Face info contains information about the font asset. You can see the name of the original font, the point size and padding used to generate the asset, and the size of the atlas texture. These values cannot be edited.

Then there are some metrics that are extracted from the font, which you can adjust to fine-tune the font or to correct weird values. Sometimes fonts are designed with strange metrics which you'll have to tweak to make it usable.

Line metrics.

The basline is the horizontal line on which characters sit. The ascender describes how far above the baseline characters can extend, which also defines the top of a line. The descender does the same, but below the baseline. The line height defines the distance between the tops of consecutive lines. If it is larger than the size of the ascender and descender combined, there will be a gap between lines. If it is smaller, then characters from different lines could overlap.

Underline dictates where underlines will be placed, relative to the baseline.

The superscript and subscript offsets are used to adjust the baseline for superscript and subscript text. Their size is a factor that is used to scale such text, relative to the normal font size.

Font Sub-Assets

Each font asset also contains two sub-assets. These are its texture atlas and its default material. You should not edit these directly.

Font Weights

You can control how bold and italic changes the appearance of the font. It is possible to select different font assets to be used for bold, italic, and bold with italic font variants. If you do not specify font variants, fake bold and italics will be used instead.

Font weight settings.

You can also adjust the weight and spacing of the text. The weight is added to the dilation used by the SDF shaders. The spacing is added to the space between characters. You can define these values for both the normal and fake bold style.

The Italic Style is used to create a fake italic font variant by slanting the character sprites. You can control the strength of this effect.

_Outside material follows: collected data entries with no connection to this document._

/* tests/data/good/defaults.yaml: default sets per use, wavelength
 * cautions and per-order thermo-optic factors (invented numbers). */
static void
defaults_cautions_and_order_factors(void **state)
{
    (void)state;
    dk_crystal *c = NULL;
    dk_error err = {0};
    assert_int_equal(dk_crystal_load(DK_TEST_DATA "/good/defaults.yaml", &c,
                                     &err),
                     DK_OK);
    const char *why = NULL;
    /* Set names match case-insensitively; the angle default is sets[0]. */
    assert_ptr_equal(dk_crystal_default_set(c, DK_USE_ANGLE, &why),
                     &c->sets[0]);
    assert_string_equal(why, "invented angle reason");
    assert_ptr_equal(dk_crystal_default_set(c, DK_USE_QPM, &why),
                     &c->sets[1]);
    assert_string_equal(why, "invented QPM reason");
    assert_ptr_equal(dk_crystal_default_set(c, DK_USE_QPM, NULL),
                     &c->sets[1]);

    /* "below 0.8" applies strictly below, "above 4.5" strictly above. */
    assert_string_equal(dk_crystal_caution_wavelength(c, 0.79),
                        "invented two-photon caution");
    assert_null(dk_crystal_caution_wavelength(c, 0.8));
    assert_null(dk_crystal_caution_wavelength(c, 2.0));
    assert_string_equal(dk_crystal_caution_wavelength(c, 4.6),
                        "invented long-wave caution");

    /* Δn = (2 λ + 3)·1e-6·(ΔT + 0.01 ΔT²): at λ = 1, ΔT = 50 that is
     * 5e-6 · 75 = 3.75e-4 (hand computation), and dn/dT = 5e-6·(1 + 1). */
    const dk_dispersion_set *s = &c->sets[0];
    const dk_axis_formula *o = dk_set_find_axis(s, 'o');
    double n20 = sqrt(4.0 + 0.1 / 0.96);
    dk_index_value v;
    assert_int_equal(dk_index_eval(s, o, 1.0, 70, &v, &err), DK_OK);
    assert_within(v.n, n20 + 3.75e-4, 1e-14, 0);
    assert_within(v.dn_dt, 5e-6 * 2.0, 1e-9, 0);
    /* The e axis has no add-on. */
    assert_within(dk_index_n(s, dk_set_find_axis(s, 'e'), 1.0, 70),
                  sqrt(3.8 + 0.1 / 0.96), 1e-15, 0);
    dk_crystal_free(c);

    /* A file without default_sets: sets[0] for both uses, and the reason
     * says so. */
    assert_int_equal(dk_crystal_load(DK_TEST_DATA "/good/minimal.yaml", &c,
                                     &err),
                     DK_OK);
    assert_ptr_equal(dk_crystal_default_set(c, DK_USE_QPM, &why),
                     &c->sets[0]);
    assert_string_equal(why, "first set in the file");
    assert_null(dk_crystal_caution_wavelength(c, 0.3));
    dk_crystal_free(c);
}

static void
malformed_files(void **state)
{
    (void)state;
    static const struct {
        const char *file;
        const char *expect;   /* a part of the message */
        int has_position;     /* message gives line and column */
    } cases[] = {
        {"missing-field", "missing required key 'transparency_um'", 1},
        {"wrong-type", "must be a list of two numbers", 1},
        {"unknown-kind", "unknown term kind 'rational'", 1},
        {"duplicate-key", "duplicate key 'name'", 1},
        {"nonfinite", "not a finite number", 1},
        {"syntax", "line", 1},
        {"unknown-name", "'Q' is neither a number nor a name", 1},
        {"wrong-axis", "axis 'X' does not fit", 1},
        {"unknown-key", "unknown key 'pointgroup'", 1},
        {"bad-range", "low <= high", 1},
        {"empty", "empty", 0},
        {"default-unknown-set", "default set 'Third2002' is not a data set",
         1},
        {"default-angle-not-first", "must be listed first", 1},
        {"default-no-reason", "missing required key 'reason'", 1},
        {"caution-both-bounds", "exactly one of 'below_um' or 'above_um'", 1},
        {"caution-negative", "must be positive", 1},
        {"order-factors-length", "one factor per row of 'orders' (2)", 1},
    };
    for (size_t i = 0; i < sizeof cases / sizeof cases[0]; i++) {
        char path[512];
        snprintf(path, sizeof path, "%s/bad/%s.yaml", DK_TEST_DATA,
                 cases[i].file);
        dk_crystal *c = NULL;
        dk_error err = {0};
        dk_status s = dk_crystal_load(path, &c, &err);
        if (s != DK_EPARSE || !strstr(err.msg, cases[i].expect) ||
            !strstr(err.msg, path) ||
            (cases[i].has_position && !strstr(err.msg, "column"))) {
            print_error("%s: status %d, message '%s'\n", cases[i].file, s,
                        err.msg);
            fail();
        }
        assert_null(c);
    }
    dk_crystal *c = NULL;
    dk_error err = {0};
    assert_int_equal(dk_crystal_load("/nonexistent/x.yaml", &c, &err),
                     DK_EIO);
}

static void
bad_file_in_folder_is_skipped(void **state)
{
    (void)state;
    dk_db *db = NULL;
    dk_error err = {0};
    assert_int_equal(dk_db_load(DK_TEST_DATA "/bad", &db, &err), DK_OK);
    assert_int_equal(db->ncrystals, 0);
    assert_int_equal(db->nerrors, 17);
    dk_db_free(db);
    assert_int_equal(dk_db_load("/nonexistent", &db, &err), DK_EIO);
}

/* ---- a scratch folder per test ---- */

static char scratch[64];

static void
make_scratch(void)
{
    strcpy(scratch, "/tmp/deltak-load-XXXXXX");
    assert_non_null(mkdtemp(scratch));
}

static void
remove_scratch(void)
{
    DIR *d = opendir(scratch);
    assert_non_null(d);
    struct dirent *e;
    char path[512];
    while ((e = readdir(d)))
        if (strcmp(e->d_name, ".") && strcmp(e->d_name, "..")) {
            snprintf(path, sizeof path, "%s/%s", scratch, e->d_name);
            if (unlink(path) != 0)
                rmdir(path);
        }
    closedir(d);
    assert_int_equal(rmdir(scratch), 0);
}

/* Write @n bytes of @text to scratch/@name; returns the path (static). */
static const char *
put(const char *name, const char *text, size_t n)
{
    static char path[512];
    snprintf(path, sizeof path, "%s/%s", scratch, name);
    FILE *f = fopen(path, "wb");
    assert_non_null(f);
    assert_int_equal(fwrite(text, 1, n, f), n);
    assert_int_equal(fclose(f), 0);
    return path;
}

static char *
slurp_fixture(const char *path)
{
    FILE *f = fopen(path, "rb");
    assert_non_null(f);
    static char buf[8192];
    size_t n = fread(buf, 1, sizeof buf - 1, f);
    buf[n] = '\0';
    fclose(f);
    return buf;
}

/* Load @path and require DK_EPARSE/@status with every @parts[i] in the
 * message and no control byte in it. */
static void
expect_refused(const char *path, dk_status status, const char *const parts[])
{
    dk_crystal *c = NULL;
    dk_error err = {0};
    dk_status s = dk_crystal_load(path, &c, &err);
    int ok = s == status && c == NULL;
    for (int i = 0; ok && parts[i]; i++)
        ok = strstr(err.msg, parts[i]) != NULL;
    for (const unsigned char *m = (const unsigned char *)err.msg; ok && *m;
         m++)
        ok = *m >= 0x20 && *m != 0x7f;
    if (!ok) {
        print_error("%s: status %d (wanted %d), message '%s'\n", path, s,
                    status, err.msg);
        fail();
    }
}

#define REFUSED(path, status, ...)                                            \
    do {                                                                      \
        const char *const parts_[] = {__VA_ARGS__, NULL};                     \
        expect_refused(path, status, parts_);                                 \
    } while (0)

static void
empty_folder_gives_empty_database(void **state)
{
    (void)state;
    /* Before: qsort(NULL, 0, ...), undefined behaviour that aborts the
     * sanitizer build. */
    make_scratch();
    dk_db *db = NULL;
    dk_error err = {0};
    assert_int_equal(dk_db_load(scratch, &db, &err), DK_OK);
    assert_int_equal(db->ncrystals, 0);
    assert_int_equal(db->nerrors, 0);
    assert_null(dk_db_find(db, "BBO"));
    dk_db_free(db);
    /* Only files that are not crystal files: same. */
    put("README.txt", "not yaml", 8);
    put(".hidden.yaml", "id: x", 5);
    assert_int_equal(dk_db_load(scratch, &db, &err), DK_OK);
    assert_int_equal(db->ncrystals + db->nerrors, 0);
    dk_db_free(db);
    remove_scratch();
}

static void
huge_files_are_refused(void **state)
{
    (void)state;
    make_scratch();
    /* 0.9 MB with 60,000 keys (stalled every command for 26 s before). */
    size_t cap = 1100000, n = 0;
    char *big = malloc(cap);
    assert_non_null(big);
    n += (size_t)sprintf(big, "id: Big\n");
    for (int i = 0; i < 60000; i++)
        n += (size_t)sprintf(big + n, "key%06d: 1234\n", i);
    assert_true(n > 850000);
    const char *path = put("big.yaml", big, n);
    REFUSED(path, DK_EPARSE, path, "bytes", "262144",
            "allowed for a crystal file");
    /* Under the size limit but with 25,000 keys: the node limit. */
    n = (size_t)sprintf(big, "id: Many\n");
    for (int i = 0; i < 25000; i++)
        n += (size_t)sprintf(big + n, "k%05d: 1\n", i);
    assert_true(n < DK_CRYSTAL_MAX_BYTES);
    path = put("many.yaml", big, n);
    REFUSED(path, DK_EPARSE, path, "more than 20000 keys",
            "the limit for a crystal file");
    /* The same from memory, as the fuzz targets load it. */
    dk_crystal *c = NULL;
    dk_error err = {0};
    assert_int_equal(dk_crystal_load_buffer("mem.yaml", big, n, &c, &err),
                     DK_EPARSE);
    assert_non_null(strstr(err.msg, "more than 20000"));
    free(big);
    remove_scratch();
}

Tab Multiple controls the tab size. It is defined as a multiple of the width of the font's space character.

Fallback Font Assets

Each font asset contains a limited amount of characters. Sometimes, a font that you're using lacks a character that you need. When that happens, the fallback font list will be searched until a font is founds that does include the missing character. The text object will then use that font to render it.

Fallback font list.

You can also use this feature to distribute fonts over multiple textures. Or to automatically use different fonts for certain characters. However, keep in mind that searching the list for missing characters requires extra work. Also, additional fonts require additional draw calls.

Glyph Info

Here you can inspect the data of each character in the font, and tweak it if necessary. The character list is split into pages, which you can navigate through via the buttons at the top and bottom. You can also filter the list, based on character codes. Click on an entry to make it active. This allows you to edit, copy, and remove it.

Glyph info.

The X, Y, W, and H values define character's rectangular area in the font atlas. The OX and OY offsets control the placement of the character's sprite, defined at its top-left corner relative to its origin on the baseline. The ADV value controls how far to advance along the baseline before placing the next character. Finally, SF is a scale factor which you can use to ajust the size of the character.

Kerning Table Info

The kerning table is either imported from a font or made manually. The table is split into pages, which you can navigate through via the buttons at the bottom. Each entry is a kerning pair with a left and a right character. The offset is relative to where the right character would normally start. A positive value pushes the characters further apart, while a negative value pulls them together.

Part of a kerning table.

There are many fonts that do not include kerning pairs. You can add them manually, by specifying either the characters or their decimal character codes, plus their offset adjustment.